Compare that to the number of dealers slated to receive the new multiple sales letters. The BATFE estimates that nearly 8,500 dealers will receive those letters; that’s nearly one out of every seven firearm retailers in the United States today, including many who are hundreds of miles from the Mexican border. That’s obviously casting way too big of a net, and could lay the groundwork for even broader demands that would truly amount to a gun registration scheme.

That makes this fight a top priority for NRA. Right now, we’re filing comments with the Office of Management and Budget, asking them to deny the proposed “information collection.” But we’ve also begun planning our next move, which will be legislative proposals to limit the “demand letter” authority.

Fortunately, our allies in Congress are already rallying across party lines on this issue. For example, the entire Montana congressional delegation has already weighed in, with Democratic Sens. Max Baucus and Jon Tester calling the proposal “unnecessarily burdensome” and arguing that any further reporting requirement “must be done by Congress through the transparent legislative process.”

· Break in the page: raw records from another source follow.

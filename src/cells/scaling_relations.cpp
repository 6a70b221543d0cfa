// Published cluster scaling relations and the scaled analytic cluster: see
// include/icmscope/cells/scaling_relations.hpp.
//
// Conventions (all checked in tests/physics/test_scaling_relations.cpp):
//  - h = Cosmology::h() = H0 / (100 km/s/Mpc); h70 = H0 / (70 km/s/Mpc) = h / 0.7.
//  - Vikhlinin et al. 2009 M-T: the normalisation 3.02e14 is in h^-1 Msun, so
//    M500 [Msun] = 3.02e14 / h (T/5 keV)^1.53 / E(z)  (values from memory, unverified).
//  - Arnaud, Pointecouteau & Pratt 2005 M-T: A is in h70^-1 Msun and the
//    relation is written for h(z) M500 with h(z) = H(z)/H0 = E(z) (their
//    definition, self-similar evolution), so
//    M500 [Msun] = A / h70 (T/5 keV)^alpha / E(z)  (A from memory, unverified).
//  - Vikhlinin et al. 2009 L-M (0.5-2 keV): ln L [erg/s] = 47.392 + 1.61 ln M500
//    + 1.85 ln E(z) - 0.39 ln(h/0.72), M500 in Msun (not h^-1 Msun): the h
//    dependence is carried by the explicit -0.39 ln(h/0.72) term. This reading
//    gives L = 0.85e44 erg/s for M500 = 10^14.5 Msun at z = 0, h = 0.7, the
//    physics.md section 10 check (~0.8e44); reading M500 in h^-1 Msun (h = 0.7)
//    would give 0.48e44. Coefficients from memory, unverified.
#include "icmscope/cells/scaling_relations.hpp"

#include <algorithm>
#include <cmath>
#include <memory>
#include <sstream>

#include "icmscope/cells/profiles.hpp"
#include "icmscope/core/constants.hpp"
#include "icmscope/core/errors.hpp"
#include "icmscope/emission/abundances.hpp"
#include "icmscope/emission/band_table.hpp"
#include "icmscope/emission/gaunt.hpp"
#include "icmscope/emission/spectral_model.hpp"

namespace icmscope::cells {

namespace k = core::constants;

namespace {

std::string num(double v) {
  std::ostringstream os;
  os.precision(10);
  os << v;
  return os.str();
}

[[noreturn]] void fail(const std::string& where, const std::string& field, const std::string& why) {
  throw core::DomainError(where + ": " + field + ": " + why);
}

void check_m500(const char* where, double m) {
  if (!(std::isfinite(m) && m > 0.0)) fail(where, "m500_msun", num(m) + " must be finite and > 0");
}
void check_z(const char* where, double z) {
  if (!(std::isfinite(z) && z >= 0.0)) fail(where, "redshift", num(z) + " must be finite and >= 0");
}

// M-T relations in the form M500 [Msun] = norm (T/5 keV)^slope / E(z).
struct MT {
  double norm_msun;  // h-converted normalisation [Msun]
  double slope;
};

MT mt_params(MassTemperatureRelation rel, const cosmo::Cosmology& c) {
  const double h = c.h();
  const double h70 = h / 0.7;
  switch (rel) {
    case MassTemperatureRelation::Vikhlinin09:
      // Vikhlinin et al. 2009, ApJ 692, 1033: 3.02e14 h^-1 Msun, slope 1.53 (from memory, unverified).
      return {3.02e14 / h, 1.53};
    case MassTemperatureRelation::Arnaud05All:
      // Arnaud, Pointecouteau & Pratt 2005, A&A 441, 893, whole sample: slope 1.71 [physics.md V],
      // A = 3.84e14 h70^-1 Msun (from memory, unverified).
      return {3.84e14 / h70, 1.71};
    case MassTemperatureRelation::Arnaud05Hot:
      // Same paper, kT > 3.5 keV: slope 1.49 [physics.md V], A = 4.10e14 h70^-1 Msun (from memory, unverified).
      return {4.10e14 / h70, 1.49};
  }
  throw core::DomainError("mass-temperature relation: unknown enum value");
}

// 8-point Gauss-Legendre on [-1, 1] (Abramowitz & Stegun 1964, Table 25.4).
constexpr double kGLx[4] = {0.1834346424956498, 0.5255324099163290, 0.7966664774136267, 0.9602898564975363};
constexpr double kGLw[4] = {0.3626837833783620, 0.3137066458778873, 0.2223810344533745, 0.1012285362903763};

// Int_a^b f(s) ds with n equal panels of 8-point Gauss-Legendre.
template <class F>
double gl_integrate(double a, double b, int n, F&& f) {
  const double h = (b - a) / n;
  double sum = 0.0;
  for (int i = 0; i < n; ++i) {
    const double mid = a + (i + 0.5) * h;
    double p = 0.0;
    for (int j = 0; j < 4; ++j) p += kGLw[j] * (f(mid - 0.5 * h * kGLx[j]) + f(mid + 0.5 * h * kGLx[j]));
    sum += 0.5 * h * p;
  }
  return sum;
}

// Rest-frame 0.5-2 keV energy emissivity per n_e n_H, Lambda(kT, Z) [erg s^-1 cm^3],
// from the emission layer's default spectral model (ContinuumModel with the
// default ContinuumSettings and the default Gaunt table) and the band
// quadrature of band_table.hpp at z = 0, N_H = 0, no area curve.
class SoftBandEmissivity {
 public:
  explicit SoftBandEmissivity(const emission::AbundanceSet& set)
      : model_(set, shared_gaunt()),
        quad_(emission::make_band_quadrature(model_, emission::BandSpec{0.5, 2.0}, emission::FoldingSpec{})),
        buf_(quad_.E_rest_keV.size()) {}

  double operator()(double kT_keV, double Z_solar) {
    model_.photon_spectrum(quad_.E_rest_keV.data(), buf_.size(), kT_keV, Z_solar, buf_.data());
    double s = 0.0;
    for (std::size_t i = 0; i < buf_.size(); ++i) s += quad_.w_energy[i] * buf_[i];
    return s;
  }

 private:
  // The default Gaunt table, built once (immutable, ~0.3 s).
  static std::shared_ptr<const emission::GauntTable> shared_gaunt() {
    static const std::shared_ptr<const emission::GauntTable> g = std::make_shared<const emission::GauntTable>();
    return g;
  }
  emission::ContinuumModel model_;
  emission::BandQuadrature quad_;
  std::vector<double> buf_;
};

// Lambda(T) on [T_lo, T_hi] by Chebyshev interpolation in ln T (16 nodes;
// a single evaluation when the range is degenerate, i.e. isothermal).
class LambdaOfT {
 public:
  LambdaOfT(SoftBandEmissivity& em, double T_lo, double T_hi, double Z) {
    a_ = std::log(T_lo);
    b_ = std::log(T_hi);
    if (!(b_ - a_ > 1e-12)) {
      single_ = em(T_lo, Z);
      return;
    }
    x_.resize(kN);
    f_.resize(kN);
    w_.resize(kN);
    for (int i = 0; i < kN; ++i) {
      const double th = k::kPi * (i + 0.5) / kN;
      x_[i] = std::cos(th);
      f_[i] = em(std::exp(0.5 * (a_ + b_) + 0.5 * (b_ - a_) * x_[i]), Z);
      w_[i] = (i % 2 ? -1.0 : 1.0) * std::sin(th);  // barycentric weights of Chebyshev points of the 1st kind
    }
  }
  double operator()(double T) const {
    if (x_.empty()) return single_;
    const double x = (2.0 * std::log(T) - a_ - b_) / (b_ - a_);
    double num = 0.0, den = 0.0;
    for (int i = 0; i < kN; ++i) {
      const double d = x - x_[i];
      if (d == 0.0) return f_[i];
      const double t = w_[i] / d;
      num += t * f_[i];
      den += t;
    }
    return num / den;
  }

 private:
  static constexpr int kN = 16;
  double a_ = 0, b_ = 0, single_ = 0;
  std::vector<double> x_, f_, w_;
};

// T(r)/T_mg of the Vikhlinin et al. 2006 universal profile (eq. 8), x = r/r500.
double universal_shape(double x) {
  Vikhlinin06UniversalTemperature p;
  p.kT_mg_keV = 1.0;
  p.r500_kpc = 1.0;
  return vikhlinin06_universal_kT_keV(x, p);
}

struct Halo {
  ClusterComponent comp;
  double m500 = 0, r500 = 0, kT = 0, l_model = 0, l_rel = 0, mgas = 0;
};

// Radial quadrature settings: s = ln(r / R500) from ln(1e-6) to 0 in panels
// of 0.25; the gas inside 1e-6 R500 (a fraction ~1e-18 of the luminosity for
// r_c >= 1e-3 R500) is neglected.
constexpr double kSmin = -13.815510557964274;  // ln 1e-6
constexpr int kPanels = 56;
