TEST_CASE("bad CSV inputs name the line", "[io][cells_reader]") {
  const auto dir = testing::scratch_dir("cells_reader_badcsv");
  cells::FieldMap map;
  map.position.components = {"x", "y", "z"};
  map.mass.source = "m";
  map.density.source = "rho";
  map.temperature.source = "temp";
  map.metallicity_fallback_solar = 0.3;
  map.smoothing_length.source = "h";
  auto write = [&](const std::string& name, const std::string& body) {
    const auto p = (dir / name).string();
    std::ofstream(p) << body;
    return p;
  };
  const std::string header = "# comment\nx,y,z,m,rho,temp,h\n";
  const auto ok = write("ok.csv", header + "1,2,3,4,5,6,7\n");
  const auto c = io::read_cells(ok, map);
  REQUIRE(c.size() == 1);
  CHECK(c.metallicity[0] == 0.3f);  // the fallback is used
  CHECK(c.support[0] == 7.0f);

  const auto bad = write("bad.csv", header + "1,2,3,4,5,6,7\n\n# c\n1,2,3,4,5,abc,7\n");
  CHECK_THROWS_AS(io::read_cells(bad, map), core::InputError);
  CHECK_THROWS_WITH(io::read_cells(bad, map), bad + ": line 6, column 'temp': 'abc' is not a number");
  const auto few = write("few.csv", header + "1,2,3,4,5,6\n");
  CHECK_THROWS_WITH(io::read_cells(few, map), Contains("line 3: 6 fields, the header has 7"));
  const auto empty = write("empty.csv", header + "1,2,3,,5,6,7\n");
  CHECK_THROWS_WITH(io::read_cells(empty, map), Contains("line 3, column 'm': empty field"));
  const auto nohdr = write("nohdr.csv", "# only comments\n");
  CHECK_THROWS_WITH(io::read_cells(nohdr, map), Contains("no header row"));
  const auto norows = write("norows.csv", header);
  CHECK_THROWS_WITH(io::read_cells(norows, map), Contains("no cells"));
  const auto nocol = write("nocol.csv", "x,y,z,m,rho,h\n1,2,3,4,5,6\n");
  CHECK_THROWS_WITH(io::read_cells(nocol, map), Contains("column 'temp' (temperature) not found; header has: x, y, z"));
  const auto nan = write("nan.csv", header + "1,2,3,4,5,6,7\n1,2,3,4,5,nan,7\n");
  CHECK_THROWS_WITH(io::read_cells(nan, map),
                    nan + ": 1 cell unusable; first: index 1, field temperature = nan (expected finite > 0)");
  map.position = {"pos", {}, 1.0, 0.0, 0.0, false};
  CHECK_THROWS_AS(io::read_cells(ok, map), core::ConfigError);
}
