#include "icmscope/morphology/indicators.hpp"

#include <algorithm>
#include <cmath>
#include <limits>
#include <sstream>

#include "icmscope/core/blocked.hpp"
#include "icmscope/core/constants.hpp"
#include "icmscope/core/errors.hpp"
#include "icmscope/morphology/apertures.hpp"

namespace icmscope::morphology {

MeasureSettings default_measure_settings(double kpc_per_pixel, double r500_kpc) {
  if (!(kpc_per_pixel > 0.0)) throw core::ConfigError("morphology: kpc_per_pixel must be > 0");
  MeasureSettings s;
  const double px = 1.0 / kpc_per_pixel;
  const bool has_r500 = r500_kpc > 0.0;
  const double R = has_r500 ? r500_kpc * px : 500.0 * px;
  const std::string Rlabel = has_r500 ? "R500" : "500 kpc";
  s.r500_px = has_r500 ? r500_kpc * px : 0.0;
  // Peak smoothing on a physical scale (10 kpc, at least 1 pixel) so that the peak
  // does not follow single noisy pixels on finely binned images [common practice].
  s.peak.smooth_sigma_px = std::max(1.0, 10.0 * px);
  s.concentration.push_back({40 * px, 400 * px, ConcentrationConvention::santos2008_40_400kpc, "40/400 kpc",
                             CentreChoice::peak});
  s.concentration.push_back({100 * px, 500 * px, ConcentrationConvention::cassano2010_100_500kpc, "100/500 kpc",
                             CentreChoice::peak});
  if (has_r500)
    s.concentration.push_back({0.1 * R, R, ConcentrationConvention::scaled_0p1_1_r500, "0.1/1 R500",
                               CentreChoice::peak});
  s.centroid_shift.push_back({500 * px, 20, 0.05, 30 * px, "500 kpc"});
  if (has_r500) s.centroid_shift.push_back({R, 20, 0.05, 30 * px, "R500"});
  s.power_ratios.push_back({500 * px, "500 kpc", CentreChoice::centroid, LengthUnit::kpc});
  if (has_r500) s.power_ratios.push_back({R, "R500", CentreChoice::centroid, LengthUnit::kpc});
  s.asymmetry.radius_px = R;
  s.asymmetry.label = Rlabel;
  if (has_r500) s.photon_asymmetry.r500_px = R;
  s.gini_m20.radius_px = R;
  s.gini_m20.label = Rlabel;
  s.smoothness.radius_px = R;
  s.smoothness.label = Rlabel;
  s.ellipticity.radius_px = R;
  s.ellipticity.label = Rlabel;
  s.centroid_radius_px = R;
  return s;
}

Likewise, Montana’s Republican U.S. Rep. Denny Rehberg, joined by 35 House colleagues, including incoming Judiciary Committee Chairman Lamar Smith, R-Texas, blasted the “new, onerous requirements that would inevitably track and catalogue the purchases of law-abiding gun owners,” also denouncing the proposal as an “end run around Congress.”

NRA will make sure all of these arguments are heard on Capitol Hill—and in the courts, if necessary—as this fight goes on.